┌─ Records to use

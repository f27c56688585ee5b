import { expect, test, type Page } from '@playwright/test';
import { DEMO, signIn, signOut } from './support/session.ts';

const rowOf = (page: Page, name: string) =>
  page.getByRole('row').filter({ has: page.getByRole('link', { name, exact: true }) });

test('the list shows where each conversion stands, searches and filters by state, and puts a submission first for the reviewer', async ({
  page,
}) => {
  await signIn(page, DEMO.builder);
  const pellow = rowOf(page, 'Pellow farm flatbed');
  await expect(pellow.getByText('Signed off', { exact: true })).toBeVisible();
  await expect(pellow.getByRole('link', { name: 'Revision 1', exact: true })).toBeVisible();
  await expect(pellow.getByRole('link', { name: /Revision 1 signed off/ })).toBeVisible();
  await expect(pellow.getByText(/^\d+ % done, \d+ % tested$/)).toBeVisible();
  const ashby = rowOf(page, 'Ashby yard truck');
  await expect(ashby.getByText('Draft', { exact: true })).toBeVisible();
  await expect(ashby.getByText('None yet')).toBeVisible();
  const before = await pellow.locator('time').getAttribute('datetime');

  // A pin note changes and revision 2 goes to review: the last change moves with them.
  const conversions = (await (await page.request.get('/api/conversions')).json())
    .conversions as Array<{
    id: number;
    name: string;
  }>;
  const id = conversions.find((c) => c.name === 'Pellow farm flatbed')!.id;
  const pins = (await (await page.request.get(`/api/conversions/${id}/pins`)).json())
    .pins as Array<{
    id: number;
    version: number;
  }>;
  const pin = pins[5]!;
  expect(
    (
      await page.request.patch(`/api/pins/${pin.id}`, {
        data: { notes: 'Checked against the donor loom', version: pin.version },
      })
    ).status(),
  ).toBe(200);
  expect((await page.request.post(`/api/conversions/${id}/revisions`, { data: {} })).status()).toBe(
    201,
  );
  await page.reload();
  await expect(pellow.getByText('In review', { exact: true })).toBeVisible();
  await expect(pellow.getByRole('link', { name: 'Revision 2', exact: true })).toBeVisible();
  const after = await pellow.locator('time').getAttribute('datetime');
  expect(Date.parse(after!)).toBeGreaterThan(Date.parse(before!));

  // Search by a word of the name, then by state.
  await page.getByLabel('Search conversions').fill('ashby');
  await expect(ashby).toBeVisible();
  await expect(pellow).toHaveCount(0);
  await expect(page.getByText('Showing 1 of 2')).toBeVisible();
  await page.getByLabel('Search conversions').fill('');
  await page.getByLabel('State').selectOption({ label: 'In review (1)' });
  await expect(pellow).toBeVisible();
  await expect(ashby).toHaveCount(0);
  await page.getByLabel('State').selectOption({ label: 'Draft (1)' });
  await expect(ashby).toBeVisible();
  await expect(pellow).toHaveCount(0);
  await page.screenshot({ path: 'test-results/screens/conversions-filtered.png', fullPage: true });
  await page.getByLabel('State').selectOption({ label: 'Every state (2)' });
  await signOut(page);

  // The reviewer finds it first, marked as waiting for them.
  await signIn(page, DEMO.reviewer);
  await expect(page.getByText('1 conversion is waiting for your review.')).toBeVisible();
  const firstRow = page.getByRole('row').nth(1);
  await expect(firstRow.getByRole('link', { name: 'Pellow farm flatbed' })).toBeVisible();
  await expect(firstRow.getByText('Waiting for your review')).toBeVisible();
  await page.screenshot({ path: 'test-results/screens/conversions-reviewer.png', fullPage: true });
});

└─

*Problem to solve*
Go through the listing above and copy each line that contains "signOut".

*Written solution*
import { DEMO, signIn, signOut } from './support/session.ts';
  await signOut(page);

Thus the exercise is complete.